As shown in above output, latency can be calculated by difference of time between the
“rs_ticket” message arrives at replicate database and the “rs_ticket” message
sent from primary database i.e. approximately two seconds ( 09:51:55:413 –
09:51:49:180 = 2 Seconds).
1.3.2 Throughput –
Throughput can be calculated by measuring latency (using above defined methods) for
given “work” (for example 1000 transactions or total bytes transferred).
Many commands can be used to to find out how much amount of data (i.e. in bytes) is
processed through replication server, for example using “admin who,sqm” column
“Bytes” shows the total number of bytes written. First run “admin who,sqm” and look for
the bytes column on the interested connection (below output shows only three column,
other column are not shown)
State Info Bytes

Awaiting Message 16777372:0 PRLRMDBS1 268793702
Awaiting Message 615:0 PRSDBS1.DBSvmst 24000982
Awaiting Message 606:0 PRSDBS1.DBSglep -926256804
Awaiting Message 379:1 DBS.DBSvmst_LC 81859762
Awaiting Message 378:1 DBS.DBSglep_LC -1344189992
Awaiting Message 378:0 DBS.DBSglep_LC 0
Awaiting Message 248:1 DBS.DBSwact_LC -1605776577
Awaiting Message 248:0 DBS.DBSwact_LC 0
Awaiting Message 236:1 DBS.DBSarpc_LC 68229190
Awaiting Message 231:1 DBS.DBSallc_LC 120230729
Awaiting Message 201:0 257502
Now process the batch load as mentioned in previous sections (i.e. to calculate latency)
and at the completion of batch replication execute “admin who,sqm” again
State Info Bytes

Awaiting Message 16777372:0 PRLRMDBS1 268793702
Awaiting Message 615:0 PRSDBS1.DBSvmst 24002982
Awaiting Message 606:0 PRSDBS1.DBSglep -926256804
Awaiting Message 378:1 DBS.DBSglep_LC -1344189992
Awaiting Message 378:0 DBS.DBSglep_LC 0
Awaiting Message 248:1 DBS.DBSwact_LC -1605745641

State Info Bytes
Awaiting Message 248:0 DBS.DBSwact_LC 0
As shown during the batch load total 2000 (24002982 – 24000982) bytes were processed
by the replication server. To calculate throughput divide total bytes transfer (i.e 2000
bytes) by total latency (2 second from previous section) i.e. 1000 bytes/sec will be the
final throughput.
Another method to calculate total bytes transferred (in order to calculate throughput) is
using “admin statistics,SQM,BytesWritten” command.
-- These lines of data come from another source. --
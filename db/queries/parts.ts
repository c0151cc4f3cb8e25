import { and, asc, eq } from "drizzle-orm";
import { alias } from "drizzle-orm/sqlite-core";
import { assertCan, can, type Member } from "@/lib/auth/can";
import { ValidationError, forbidden, notFound } from "@/lib/errors";
import type { PartUpdate, PartValues } from "@/lib/jobs/part-schemas";
import { getDb } from "../client";
import { parts, users } from "../schema";
import { assertJobInWorkshop, touchJob } from "./job-access";
import { newPartColumns, partChangeColumns } from "./part-columns";
import { appendLog } from "./job-log";

/**
 * The replacement list of a job. Reading is for every member; changes are for technicians and owners,
 * except that an apprentice may record a part as fitted, which then waits for a technician's check.
 */

export const partColumns = {
  id: parts.id,
  jobId: parts.jobId,
  designator: parts.designator,
  kind: parts.kind,
  originalValue: parts.originalValue,
  originalRating: parts.originalRating,
  replacementValue: parts.replacementValue,
  replacementRating: parts.replacementRating,
  state: parts.state,
  checkedAt: parts.checkedAt,
  createdAt: parts.createdAt,
  quantity: parts.quantity,
  supplier: parts.supplier,
  supplierPartNumber: parts.supplierPartNumber,
  orderedAt: parts.orderedAt,
  unitCostMinor: parts.unitCostMinor,
  originalValueSi: parts.originalValueSi,
  originalRatingSi: parts.originalRatingSi,
  replacementValueSi: parts.replacementValueSi,
  replacementRatingSi: parts.replacementRatingSi,
};

/** Apprentices never see prices (docs/PRODUCT.md "Users and roles"): the unit cost leaves the row for them. */
function priced<T extends { unitCostMinor: number | null }>(member: Member, row: T): Omit<T, "unitCostMinor"> & { unitCostMinor?: number | null } {
  if (can.seeCharges(member)) return row;
  const { unitCostMinor: _hidden, ...rest } = row;
  return rest;
}

const checker = alias(users, "checker");

export type PartRow = ReturnType<typeof listParts>[number];

/** Each part with the technician who checked its fitting, if one has. */
export function listParts(member: Member, jobId: number) {
  assertJobInWorkshop(member, jobId);
  return getDb()
    .select({ ...partColumns, checkerId: checker.id, checkerName: checker.name })
    .from(parts)
    .leftJoin(checker, eq(checker.id, parts.checkedBy))
    .where(and(eq(parts.jobId, jobId), eq(parts.workshopId, member.workshopId)))
    .orderBy(asc(parts.id))
    .all()
    .map(({ checkerId, checkerName, ...p }) => priced(member, { ...p, checkedBy: checkerId === null ? null : { id: checkerId, name: checkerName ?? "" } }));
}

function assertCanEdit(member: Member) {
  assertCan(member, "editJobs", "edit the parts list");
}

export function createPart(member: Member, jobId: number, input: PartValues) {
  assertCanEdit(member);
  return getDb().transaction((tx) => {
    assertJobInWorkshop(member, jobId, tx);
    const part = tx
      .insert(parts)
      .values({ ...newPartColumns(tx, member.workshopId, input), jobId, workshopId: member.workshopId })
      .returning(partColumns)
      .get();
    touchJob(member, jobId, tx);
    return priced(member, part);
  });
}

/** All rows or none: an import that fails part-way leaves the list as it was. */
export function createParts(member: Member, jobId: number, rows: PartValues[]) {
  assertCanEdit(member);
  return getDb().transaction((tx) => {
    assertJobInWorkshop(member, jobId, tx);
    const created = rows.length
      ? tx
          .insert(parts)
          .values(rows.map((r) => ({ ...newPartColumns(tx, member.workshopId, r, "csv"), jobId, workshopId: member.workshopId })))
          .returning(partColumns)
          .all()
      : [];
    touchJob(member, jobId, tx);
    return created.map((p) => priced(member, p));
  });
}

/**
 * Technicians and owners change anything. An apprentice may only record a part as fitted (`{ state: "fitted" }`);
 * only a technician or owner checks it (`checked`). A technician who records the fitting checks it by doing so.
 */
export function updatePart(member: Member, jobId: number, partId: number, input: PartUpdate) {
  const { checked, ...fields } = input;
  const editor = can.editJobs(member);
  if (!editor) {
    const fittingOnly = fields.state === "fitted" && checked === undefined && Object.entries(fields).every(([k, v]) => k === "state" || v === undefined);
    if (!fittingOnly) throw forbidden("edit the parts list (apprentices may record a part as fitted)");
  }
  return getDb().transaction((tx) => {
    assertJobInWorkshop(member, jobId, tx);
    const before = tx
      .select({ state: parts.state, designator: parts.designator, checkedBy: parts.checkedBy })
      .from(parts)
      .where(and(eq(parts.id, partId), eq(parts.jobId, jobId), eq(parts.workshopId, member.workshopId)))
      .get();
    if (!before) throw notFound("That part");
    const state = fields.state ?? before.state;
    if (checked && state !== "fitted")
      throw new ValidationError("Only a fitted part can be checked.", { checked: "Record the part as fitted before checking it." });
    const changes: Record<string, unknown> = partChangeColumns(tx, member, partId, fields);
    const fitting = fields.state === "fitted" && before.state !== "fitted";
    const check = checked ?? (fitting ? editor : state === "fitted" ? undefined : false);
    if (check === true) Object.assign(changes, { checkedBy: member.userId, checkedAt: new Date() });
    if (check === false) Object.assign(changes, { checkedBy: null, checkedAt: null });
    tx.update(parts)
      .set(changes)
      .where(and(eq(parts.id, partId), eq(parts.jobId, jobId), eq(parts.workshopId, member.workshopId)))
      .run();
    if (fitting) {
      const words = editor ? `recorded as fitted and checked by ${member.name}` : `recorded as fitted by ${member.name}, waiting for a technician's check`;
      appendLog(tx, member, jobId, "part", `Part ${before.designator} ${words}.`, { partId });
    } else if (checked === true && before.checkedBy === null) {
      appendLog(tx, member, jobId, "part", `Part ${before.designator}: fitting checked by ${member.name}.`, { partId });
    } else touchJob(member, jobId, tx);
    const part = listParts(member, jobId).find((p) => p.id === partId)!;
    return part;
  });
}

export function deletePart(member: Member, jobId: number, partId: number) {
  assertCan(member, "editJobs", "remove parts");
  getDb().transaction((tx) => {
    assertJobInWorkshop(member, jobId, tx);
    const gone = tx
      .delete(parts)
      .where(and(eq(parts.id, partId), eq(parts.jobId, jobId), eq(parts.workshopId, member.workshopId)))
      .returning({ id: parts.id })
      .get();
    if (!gone) throw notFound("That part");
    touchJob(member, jobId, tx);
  });
}
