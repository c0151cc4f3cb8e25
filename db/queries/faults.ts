import { and, asc, eq, inArray, sql } from "drizzle-orm";
import { assertCan, type Member } from "@/lib/auth/can";
import { ValidationError, notFound } from "@/lib/errors";
import { faultState } from "@/lib/jobs/fault-state";
import type { CandidateUpdate, CandidateValues, FaultUpdate, FaultValues } from "@/lib/jobs/fault-schemas";
import { FAULT_CANDIDATE_STATUS_LABELS, FAULT_STATE_LABELS } from "@/lib/vocabulary";
import { getDb, type Db } from "../client";
import { faultCandidates, faults, readings } from "../schema";
import { assertJobInWorkshop, type Tx } from "./job-access";
import { appendLog } from "./job-log";

/** The Faults tab: symptom → candidates in test order → evidence → the cause → the repair. Every member may add and record. */

const faultColumns = {
  id: faults.id,
  symptom: faults.symptom,
  section: faults.section,
  resolution: faults.resolution,
  createdAt: faults.createdAt,
  updatedAt: faults.updatedAt,
};

const candidateColumns = {
  id: faultCandidates.id,
  faultId: faultCandidates.faultId,
  position: faultCandidates.position,
  description: faultCandidates.description,
  status: faultCandidates.status,
  evidence: faultCandidates.evidence,
  readingId: faultCandidates.readingId,
  readingDesignator: readings.designator,
  readingMeasured: readings.measured,
  readingKind: readings.kind,
};

function faultsOf(member: Member, jobId: number, db: Db | Tx, only?: number) {
  const where = [eq(faults.jobId, jobId), eq(faults.workshopId, member.workshopId)];
  if (only !== undefined) where.push(eq(faults.id, only));
  const rows = db
    .select(faultColumns)
    .from(faults)
    .where(and(...where))
    .orderBy(asc(faults.id))
    .all();
  const candidates = rows.length
    ? db
        .select(candidateColumns)
        .from(faultCandidates)
        .leftJoin(readings, and(eq(readings.id, faultCandidates.readingId), eq(readings.workshopId, member.workshopId)))
        .where(
          inArray(
            faultCandidates.faultId,
            rows.map((r) => r.id),
          ),
        )
        .orderBy(asc(faultCandidates.position), asc(faultCandidates.id))
        .all()
    : [];
  return rows.map((f) => {
    const own = candidates
      .filter((c) => c.faultId === f.id)
      .map(({ faultId: _f, readingDesignator, readingMeasured, readingKind, ...c }) => ({
        ...c,
        // An open resistor is stored as a null measurement: shown as such, never as 0 Ω.
        reading: readingDesignator === null ? null : { designator: readingDesignator, measured: readingMeasured, unit: readingKind === "voltage" ? "V" : "Ω" },
      }));
    return { ...f, state: faultState({ resolution: f.resolution, candidates: own }), candidates: own };
  });
}
export type Fault = ReturnType<typeof faultsOf>[number];
export type FaultCandidate = Fault["candidates"][number];

export function listFaults(member: Member, jobId: number): Fault[] {
  assertJobInWorkshop(member, jobId);
  return faultsOf(member, jobId, getDb());
}

function fault(member: Member, jobId: number, faultId: number, tx: Tx): Fault {
  const found = faultsOf(member, jobId, tx, faultId)[0];
  if (!found) throw notFound("That fault");
  return found;
}

const quoted = (text: string) => `“${text}”`;

/** A line for the Log when the fault's state moved. */
function stateWords(before: Fault, after: Fault): string {
  if (before.state === after.state) return "";
  return after.state === "open" && before.state !== "open"
    ? " The fault is open again."
    : ` The fault is now: ${FAULT_STATE_LABELS[after.state].toLowerCase()}.`;
}

export function createFault(member: Member, jobId: number, input: FaultValues): Fault {
  assertCan(member, "addNotes", "record faults");
  return getDb().transaction((tx) => {
    assertJobInWorkshop(member, jobId, tx);
    const { id } = tx
      .insert(faults)
      .values({ jobId, workshopId: member.workshopId, symptom: input.symptom, section: input.section ?? null })
      .returning({ id: faults.id })
      .get();
    appendLog(tx, member, jobId, "fault", `Fault found: ${quoted(input.symptom)}${input.section ? ` (points to the ${input.section})` : ""}.`, { faultId: id });
    return fault(member, jobId, id, tx);
  });
}

/** The repair as done. A resolution needs a candidate marked as the cause first (400 naming `resolution`). */
export function updateFault(member: Member, jobId: number, faultId: number, input: FaultUpdate): Fault {
  assertCan(member, "addNotes", "record faults");
  return getDb().transaction((tx) => {
    assertJobInWorkshop(member, jobId, tx);
    const before = fault(member, jobId, faultId, tx);
    if (input.resolution && !before.candidates.some((c) => c.status === "cause")) {
      throw new ValidationError("Mark the candidate that was the cause before writing the repair.", {
        resolution: "Mark the candidate that was the cause before writing the repair.",
      });
    }
    const changes = Object.fromEntries(Object.entries(input).filter(([, v]) => v !== undefined));
    tx.update(faults)
      .set({ ...changes, updatedAt: sql`(unixepoch('subsec') * 1000)` })
      .where(and(eq(faults.id, faultId), eq(faults.jobId, jobId), eq(faults.workshopId, member.workshopId)))
      .run();
    const after = fault(member, jobId, faultId, tx);
    const words: string[] = [];
    if (input.symptom && input.symptom !== before.symptom) words.push(`symptom now ${quoted(input.symptom)}`);
    if (input.section !== undefined && input.section !== before.section) words.push(input.section ? `points to the ${input.section}` : "section cleared");
    if (input.resolution) words.push(`repair: ${input.resolution}`);
    if (input.resolution === null && before.resolution) words.push("repair cleared");
    appendLog(tx, member, jobId, "fault", `Fault ${quoted(before.symptom)}: ${words.join("; ") || "no change"}.${stateWords(before, after)}`, { faultId });
    return after;
  });
}

const ordinal = (n: number) => `${n}${n % 100 >= 11 && n % 100 <= 13 ? "th" : (["th", "st", "nd", "rd"][n % 10] ?? "th")}`;

export function addCandidate(member: Member, jobId: number, faultId: number, input: CandidateValues): FaultCandidate {
  assertCan(member, "addNotes", "add fault candidates");
  return getDb().transaction((tx) => {
    assertJobInWorkshop(member, jobId, tx);
    const before = fault(member, jobId, faultId, tx);
    const position = 1 + Math.max(0, ...before.candidates.map((c) => c.position));
    const { id } = tx.insert(faultCandidates).values({ faultId, position, description: input.description }).returning({ id: faultCandidates.id }).get();
    appendLog(tx, member, jobId, "fault", `Candidate for ${quoted(before.symptom)}: ${input.description} (${ordinal(position)} to test).`, {
      faultId,
      candidateId: id,
    });
    return fault(member, jobId, faultId, tx).candidates.find((c) => c.id === id)!;
  });
}

/** Status, evidence (a note and/or a reading of this job's Readings tab), or the wording of a candidate. */
export function updateCandidate(member: Member, jobId: number, faultId: number, candidateId: number, input: CandidateUpdate): Fault {
  assertCan(member, "addNotes", "record fault evidence");
  return getDb().transaction((tx) => {
    assertJobInWorkshop(member, jobId, tx);
    const before = fault(member, jobId, faultId, tx);
    const candidate = before.candidates.find((c) => c.id === candidateId);
    if (!candidate) throw notFound("That candidate");
    if (input.readingId) {
      const reading = tx
        .select({ id: readings.id })
        .from(readings)
        .where(and(eq(readings.id, input.readingId), eq(readings.jobId, jobId), eq(readings.workshopId, member.workshopId)))
        .get();
      if (!reading) throw new ValidationError("That reading is not on this job.", { readingId: "Choose a reading from this job's Readings tab." });
    }
    const changes = Object.fromEntries(Object.entries(input).filter(([, v]) => v !== undefined));
    tx.update(faultCandidates)
      .set(changes)
      .where(and(eq(faultCandidates.id, candidateId), eq(faultCandidates.faultId, faultId)))
      .run();
    const after = fault(member, jobId, faultId, tx);
    const now = after.candidates.find((c) => c.id === candidateId)!;
    const words: string[] = [];
    if (input.status && input.status !== candidate.status) words.push(FAULT_CANDIDATE_STATUS_LABELS[input.status].toLowerCase());
    if (input.description && input.description !== candidate.description) words.push(`now reads ${quoted(input.description)}`);
    if (input.evidence) words.push(`evidence: ${input.evidence}`);
    if (input.readingId && now.reading)
      words.push(`reading ${now.reading.designator}${now.reading.measured === null ? " (open)" : ` ${now.reading.measured} ${now.reading.unit}`}`);
    if (input.readingId === null && candidate.readingId !== null) words.push("reading unlinked");
    appendLog(
      tx,
      member,
      jobId,
      "fault",
      `${quoted(before.symptom)} — ${candidate.description}: ${words.join("; ") || "no change"}.${stateWords(before, after)}`,
      { faultId, candidateId },
    );
    return after;
  });
}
Make sure to reset
counter before starting the large batch in primary database by executing “admin
statistics,reset”.
1.3.3 Statistics monitoring (i.e. Monitor counters) –

Monitors and counters can be used to monitor replication in more detail fashion not
limited to
• Finding “ignored” transactions
• Managing segments
• Finding transaction sizes
• Finding command sizes
• Calculating throughput and latency
• Calculating read/write rate for stable device
• Help configuring replication to its optimal (i.e. sizing SQT size, parallel DSI etc)
Monitoring counters for replication server in version 12.6 was done using following two
commands

1> admin who
2> go
.
.
1> admin statistics
2> go

Counters provides details related to following replication modules
• CM
• DIST
• DSI
• DSIEXEC
• REPAGENT
• RSI
• SQM
• SQT
• STS
The counters can be distinctly identified for each instance (i.e. occurrence) of the module.
Counters for single-instance module can be identified by their respective module name
(for example STS, CM). For multi-instance they can identified using following two ways
• Module name and instance ID (i.e. LDBID,DBID) for example, RSI/DSI-S/DIST
• Module name, instance ID and instance value for example, SQT/DSI-Exec
Replication Monitors and counters can be assigned into one of following groups based on
their outputs (i.e. characteristic of generated statistics)
• Observers – Results in number of occurrences

• Monitors – Result their current value
• Counters – Results collection statistics
Additionally, each replication Monitors and counters can have one or more following
status by their end results are calculated
• CNT_SYSMON – These counters can be used by “admin statistics, sysmon”
command
• CNT_MUST_SAMPLE – Their results are always in sampled form
• CNT_NO_RESET – Cannot be reset (i.e. initialized)
• CNT_DURATION – Counters which measure durations
• CNT_KEEP_OLD – Counters which keeps their current and previous values
• CNF_CONFIGURE – Counters which keeps current value of replication configuration
parameter
1.3.3.1 Replication counters version 12.6 –

Use stored procedure “rs_helpcounter” (in related RSSD) to find detail information on
each counter.
In this version, counters are categorized in following types

• Total
• Last
• Max
• Avg
Following methods can be used to monitor the counters

Using “admin statistics” – Quick and easy way to monitor the replication counters. For
example, simply executing “admin statistics,sysmon” will list out all non-intrusive counters
in this category. Detail explanation about those counters can be obtained by executing
“rs_helpcounter sysmon”.
Configuring replication server to collect counters – This is the recommended method to
monitor the replication counters in order to derive performance and other useful statistics
for the replication system. Below are high level steps for the setup
Start sampling for all types (intrusive/non-intrusive) counters – Following commands
can be used
configure replication server set “stat_sampling” to “ON”
admin stats_intrusive_counter,”ON”
Start collecting the counters into RSSD (..make sure to monitor RSSD database) –
This step will collect the counters into following RSSD tables at regular interval
rs_statcounters – Details about ALL counters.
rs_statdetail – Collected counters
rs_statrun – Stored statistical information for each collection (i.e. flush to RSSD)
Following commands can be used to setup the collection
1. configure replication server set “stat_flush_rssd” to “ON”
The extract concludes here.